A folder should be created in "C:/Program Files/gMapMaker"(Windows XP) Or "C:/Desktop" (Windows Vista)

It will contain another folder "MGMapsCache". Copy this to your memory card or phone memory (If it has enough space)

*Step 6*:

Now install the application "mgmaps.jar" in your mobile phone the usual way. Start the application. Go to menu->settings->map browsing
Mark the fields of "Stored Maps" and "Offline mode"
If your maps are inside the phone memory, Put the storage path as "C:/MGMapsCache", or if your maps are in the memory card put it as "E:/MGMapsCache". Select more->save
Restart the application. Press <zero> till it shows "Google Maps"
If it does not show even after pressing repeatedly, go to menu->settings->map types. Here you will find something as "Not Available(Google)" Select it and mark "Google Maps"
The maps should now be seen.

*Step 7*:

Enjoy !!!
Do report boken links to me if you find any...


*CAUTION:*

I am not responsilble in the rare event that you end up damaging your phone in the course of following this tutorial. Doing the steps above is at your own risk.

This tutorial is NOT to be posted on any other website without due credits to me


----------



## unni (Dec 13, 2008)

Sounds great. Will definitely try this. Thanks very very much.


----------



## debsuvra (Dec 13, 2008)

I might try it today. 

Some screenshots would surely help the thread though.


----------



## Infernal12 (Dec 13, 2008)

Yeah i know.....will try to get some.


----------



## unni (Dec 13, 2008)

Will it show the current location like Google Maps does?


----------



## Infernal12 (Dec 13, 2008)

If you have GPRS and a powerful phone, yes it will. Or if you have Internal GPS


----------



## a_k_s_h_a_y (Dec 13, 2008)

kewl !


----------



## Infernal12 (Dec 13, 2008)

Please, let me know if its working on Nokia guys.....I will edit the title then. I would test myself, but nobody i know has a nokia


----------



## Sukhdeep Singh (Dec 13, 2008)

I think it will work for Nokia aswell. I will test and post shortly


----------



## JojoTheDragon (Dec 13, 2008)

I'm also a nokia dude. Gr8 tut


----------



## Infernal12 (Dec 13, 2008)

thanks again.......so its working on S40 ??


----------



## zyberboy (Apr 20, 2009)

Nice tutorial its working in my Nokia 3110 classic,both google maps and yahoo maps r working.

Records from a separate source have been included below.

/// For rank one: the canonical height of a generator predicted by the
/// Birch–Swinnerton-Dyer formula with `#Ш = 1`,
/// `L'(E,1)·|T|²/(Ω·∏c_p)`, and `dim Ш(E)[2]` as the descent proves it
/// (so `#Ш ≥ 2^dim`). A conjecture, used only to size the deep search.
fn predicted_generator_height(report: &DescentReport) -> Option<(f64, usize)> {
    if report.bounds.lower != 1 || !report.bounds.is_decided() {
        return None;
    }
    let a = report.global.analytic.as_ref()?;
    let l = a.l_value(1)?.value();
    let omega = a.real_period()?.value();
    let cp: f64 = report
        .local_data
        .as_ref()?
        .primes
        .iter()
        .map(|p| p.tamagawa as f64)
        .product();
    let t = f64::from(report.torsion.order());
    let h = l * t * t / (omega * cp);
    if !(h.is_finite() && h > 0.0) {
        return None;
    }
    let (_, n2) = report.torsion.structure();
    let t2 = if n2 <= 1 { 1 } else { 2 };
    let sha2 = report.selmer2_rank.map_or(0, |s| s.saturating_sub(t2 + 1));
    Some((h, sha2))
}

/// For rank `r ≥ 2` with `r − 1` independent points known: the height of
/// the missing generator that the Birch–Swinnerton-Dyer formula predicts
/// with `#Ш = 1`, `L^(r)(E,1)/r!·|T|²/(Ω·∏c_p)` divided by the regulator
/// of the known points, and `dim Ш(E)[2]` if the rank is `r` (from the
/// 2-Selmer rank). A conjecture, used only to size the deep search.
fn predicted_last_generator_height(report: &DescentReport, r: usize) -> Option<(f64, usize)> {
    if r < 2 || report.points.len() + 1 != r {
        return None;
    }
    let a = report.global.analytic.as_ref()?;
    let l = a.l_value(r)?.value();
    let omega = a.real_period()?.value();
    let cp: f64 = report
        .local_data
        .as_ref()?
        .primes
        .iter()
        .map(|p| p.tamagawa as f64)
        .product();
    let t = f64::from(report.torsion.order());
    let factorial: f64 = (1..=r).map(|k| k as f64).product();
    let reg = l / factorial * t * t / (omega * cp);
    let known = crate::height::regulator(&report.curve, &report.points).ok()?;
    let h = reg / known.value();
    if !(h.is_finite() && h > 0.0 && known.lower() > 0.0) {
        return None;
    }
    let (_, n2) = report.torsion.structure();
    let t2 = if n2 <= 1 { 1 } else { 2 };
    let sha2 = report.selmer2_rank.map_or(0, |s| s.saturating_sub(t2 + r));
    Some((h, sha2))
}

fn ledger(report: &mut DescentReport) {
    let Some(a) = &report.global.analytic else {
        return;
    };
    if !report.bounds.is_decided() || report.global.conflict.is_some() {
        return;
    }
    let rank = report.bounds.lower;
    let regulator = if rank == 0 {
        None
    } else {
        match &report.global.saturation {
            Some(s) if s.proven_saturated && s.generators.len() == rank => {
                match crate::arith::Certified::new(s.regulator.value(), s.regulator.error()) {
                    Ok(c) => Some(c),
                    Err(_) => return,
                }
            }
            _ => return,
        }
    };
    let Some(local) = &report.local_data else {
        return;
    };
    let tamagawa: BigInt = local
        .primes
        .iter()
        .map(|p| BigInt::from(p.tamagawa))
        .product();
    let Some(l) = analytic::sha_analytic(a, rank, report.torsion.order(), &tamagawa, regulator)
    else {
        return;
    };
    if let Some(s2) = report.selmer2_rank {
        let (_, n2) = report.torsion.structure();
        let t2 = if n2 <= 1 { 1 } else { 2 };
        let dim = s2.saturating_sub(t2 + rank);
        let val = l
            .nearest_square
            .filter(|&s| l.is_square_within_error && s > 0)
            .map(|s| s.trailing_zeros());
        report.global.sha_two_part = Some(ShaTwoPart {
            descent_dimension: dim,
            analytic_valuation: val,
            consistent: val.map_or(true, |v| v as usize >= dim),
        });
        if let Some(v) = val {
            if (v as usize) < dim {
                report.global.conflict = Some(format!(
                    "the descent proves dim Ш(E)[2] = {dim}, but the analytic order of Sha has 2-adic valuation {v}"
                ));
            }
        }
    }
    report.global.ledger = Some(l);
}
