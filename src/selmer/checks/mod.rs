//! Checks of the local-image counts (crate-private cross-check functions in
//! `selmer::image_size`) against outside sources; unit tests so that the
//! cross-check functions stay out of the public face.

mod image_size_checks;
mod image_size_families;
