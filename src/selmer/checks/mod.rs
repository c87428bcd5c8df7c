//! Checks of the local-image counts (crate-private cross-check functions in
//! `selmer::local_count`) against outside sources; unit tests so that the
//! cross-check functions stay out of the public face.

mod local_count_checks;
mod local_count_families;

Is there any way to use wikimapia as stored maps(offline)?


----------



## k4ce (Apr 20, 2009)

i have used it on my k550 ... will work on any java based fone .... it is really good .... the only lil issue is to transfer the map tiles to fone as this takes a long time ...


----------



## Sukhdeep Singh (Apr 20, 2009)

I get sick of security warnings


----------



## ring_wraith (Apr 21, 2009)

Awesome tutorial. I wish it was a shorter process though


----------



## zyberboy (Apr 21, 2009)

Sukhdeep Singh said:


> I get sick of security warnings


Take  App.settings and choose the option "Ask first time only" or "Always allowed"


----------



## arunks (Apr 21, 2009)

hey!!

I have already used this app in my n70 some months back. So from my side its sure that it works with nokia also


----------



## ico (Apr 21, 2009)

thanx.  great tutorial.


----------



## j1n M@tt (Apr 21, 2009)

a nice and useful tutorial


----------



## shyamno (Apr 22, 2009)

Mine not working...i m trying with Nokia 3500c....its not displaying any maps..as such.I have tried the newer version of mapmaker still no..result.

if someone can post some screenshots of the tutorials..it would be helpful.Also the Cache which is to be transferred to the phone..is just few bytes..is it so ??


----------



## zyberboy (Apr 22, 2009)

^Download the maps again by selecting a location,the cache shud be in mega byte sizes


----------



## naresh.ks (Sep 17, 2009)

zyberboy said:


> Take  App.settings and choose the option "Ask first time only" or "Always allowed"



hi... i followed the tutorial and spent 3 hrs performing all the action mentioned. 

still it asks me security warning. i click on yes and asks for cache.conf i click on yes then there comes whole lot of warning which i cannot avaoid. if click no then nothing happens. no maps are displayed.

could you please help in sorting this things out.


----------